There were a few people curious in the ST forums on how Sublime Text’s fuzzy matching works. Note that this is a re-post of my 2013 blog post which is no longer available.

SublimeText's fuzzy search in action

In reality, I don’t know either. There were some interesting  solutions given, but I haven’t researched their methods or workability.

I needed to implement this for a small project I’m working on. I went  with a solution that worked decently (I think I saw this within a JS  fuzzy searching library). I’m not claiming it to be the best or the  fastest (far from it, actually).

However, just in case you need to implement something like this, this might come in handy.

The FuzzyMatcher Class

class FuzzyMatcher():

    def __init__(self):
        self.pattern = ''

    def setPattern(self, pattern):
        self.pattern = '.*?'.join(map(re.escape, list(pattern)))

    def score(self, string):
        match = re.search(self.pattern, string)
        if match is None:
            return 0
        else:
            return 100.0 / ((1 + match.start()) * (match.end() - match.start() + 1))

There are two methods, one sets the pattern to match against, and the other is used to calculate the score of the candidates.

You would use them as:

fuzzyMatcher = FuzzyMatcher()
fuzzyMatcher.setPattern('aad') # Set a pattern to match aganinst
score1 = fuzzyMatcher.score('This is string one') # Score for this string against the pattern
score2 = fuzzyMatcher.score('This is string two') # And so on...

The Idea

First, let’s understand the principles we’re working with:

  1. The pattern would be few characters
  2. A match would mean that the characters in the pattern appear in the same order as in the matched string
  3. A match found near the beginning of a string is scored more than a match found near the end
  4. A match is scored more if the characters in the patterns are closer  to each other, while the score is lower if they are more spread out
  5. We are not assigning more weights to certain characters than the other

That’s the criterias we’re going with. As you can see, we can construct a regex to see if a pattern appears in a string.

If the pattern is aad, our regex would look like a.*?a.*?d. We’re looking for the shortest substring that has the characters aad in that order, with arbitrary characters in between them.

We can easily figure out the position of the match, as well as the  length of the match. If the length of the match is larger, it  automatically implies that the characters are more spread out.

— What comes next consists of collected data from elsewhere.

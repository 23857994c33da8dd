import { describeApi } from '@/lib/domain/calculations/describeApi'
import { defineRoute } from '@/lib/http/defineRoute'

export const GET = defineRoute({
  name: 'GET /api/v1/openapi.json',
  limit: { points: 120, seconds: 60 },
  run: async () => describeApi(),
})
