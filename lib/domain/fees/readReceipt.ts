import { createElement } from 'react'
import { refuse } from '@/lib/errors'
import { formatMoney, formatUtcInstant } from '@/lib/format'
import { RecordDocument } from '@/pdf/record/RecordDocument'
import { render } from '@/pdf/render'
import type { ActingContext } from '../context'
import type { PacketFile } from '../packets/packetFor'
import { readSent } from '../submission/readSent'

/** The receipt of a fee as PDF, for the investigators and the office. */
export async function readReceipt(ctx: ActingContext, reference: string): Promise<PacketFile> {
  const { contents, fee } = await readSent(ctx, reference)
  const receipt = fee?.receipt
  if (!receipt) throw refuse.notFound('receipt')
  const amount = formatMoney(receipt.amountMinor, receipt.currency)
  const data = {
    observatory: `${contents.site.name}, call ${contents.call.number}`,
    kind: 'Receipt',
    head: receipt.number,
    sentence: `${amount} was received for the proposal “${contents.title}”.`,
    facts: [
      { term: 'Paid by', value: receipt.payer },
      { term: 'Proposal', value: contents.reference },
      { term: 'For', value: `${contents.kind.title}, call ${contents.call.number}` },
      { term: 'At', value: formatUtcInstant(receipt.paidAt) },
      { term: 'By', value: receipt.cardLast4 ? `card ending ${receipt.cardLast4}` : 'card' },
      { term: 'VAT, none is charged', value: formatMoney(0, receipt.currency) },
      { term: 'In all', value: amount, bold: true },
      ...(fee.state === 'refunded' ? [{ term: 'Given back', value: amount }] : []),
    ],
    lists: [],
    closing: 'Time-allocation office. Keep this receipt; its number names it.',
  }
  const bytes = await render(() => createElement(RecordDocument, { data }))
  return { bytes, fileName: `${receipt.number}.pdf` }
}
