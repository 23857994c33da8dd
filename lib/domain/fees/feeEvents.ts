import type { SubjectEntry } from '@/db/queries/logbook'
import type { BegunPaymentRow, FeeLetter, PaymentNoticeRow } from '@/db/queries/feeEvents'
import { letterEvent } from './letterEvent'
import { loggedEvent } from './loggedEvent'
import { noticeEvent } from './noticeEvent'

export interface FeeEvent {
  at: Date
  words: string
  /** Who did it; null for the clock and the payment firm. */
  who: string | null
  tone: 'plain' | 'settled' | 'refused' | 'deadline'
}

export interface FeeHistory {
  entries: readonly SubjectEntry[]
  attempts: readonly BegunPaymentRow[]
  notices: readonly PaymentNoticeRow[]
  letters: readonly FeeLetter[]
  currency: string
  /** Moments of the call that matter to a fee. */
  moments: readonly { at: Date; words: string }[]
  now: Date
}

/**
 * Everything that happened to a fee, the oldest first; of one moment, what was begun before what came of it: what the
 * logbook, the firm, the post and the clock know.
 */
export function feeEvents(history: FeeHistory): FeeEvent[] {
  const events: (FeeEvent | null)[] = [
    ...history.attempts.map(({ at, by }, index) => ({
      at,
      words: index === 0 ? 'Payment started on the firm’s page' : 'Payment started again',
      who: by,
      tone: 'plain' as const,
    })),
    ...history.entries.map((entry) => loggedEvent(entry, history.currency)),
    ...history.notices.map(noticeEvent),
    ...history.letters.map(letterEvent),
    ...history.moments
      .filter(({ at }) => at <= history.now)
      .map(({ at, words }) => ({ at, words, who: null, tone: 'deadline' as const })),
  ]
  return events.filter((event) => event !== null).sort((a, b) => a.at.getTime() - b.at.getTime())
}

Explanation of the Python Program

Let’s look at the setPattern function that creates the regex. We have a separate function to create the regex for clarity.

def setPattern(self, pattern):
    self.pattern = '.*?'.join(map(re.escape, list(pattern)))

We first convert the string into a character array using list(pattern), and then map re.escape to the characters. Some characters have special meaning in regex, but we want the user’s input to be treated as a literal.

Then, we join the escaped characters using .*?. This would turn something like aad into a.*?a.*?d.

Now, let’s look at the score function.

def score(self, string):
    match = re.search(self.pattern, string)
    if match is None:
        return 0
    else:
        return 100.0 / ((1 + match.start()) * (match.end() - match.start() + 1))

Here, we’re doing a regex search for the input string, against the  pattern we previously set. If we have no match, return 0 as the score.

Else:

  1. The score is inversely proportional to the start of the match. We  add a 1 since strings are zero-indexed, and we don’t want a division by  0.
  2. The score is inversely proportional to the length of the match.
  3. We scale the results by multiplying it by 100.0. This value is arbitrary. Since the string lengths I dealt with were small, this worked. You may have to adjust this.

Conclusion

That was a simple (possibly inefficient) solution that works well. Of  course, it can be optimized by pre-compiling the regex and stuff like  that. I left it out just for clarity.

And this is in no way restricted to Python. Any language with a decent regex implementation would work.

Also, the score calculation can be improved by assigning more weight  to characters appearing closer together than the match being farther  away in a string. I’m researching on that as we speak.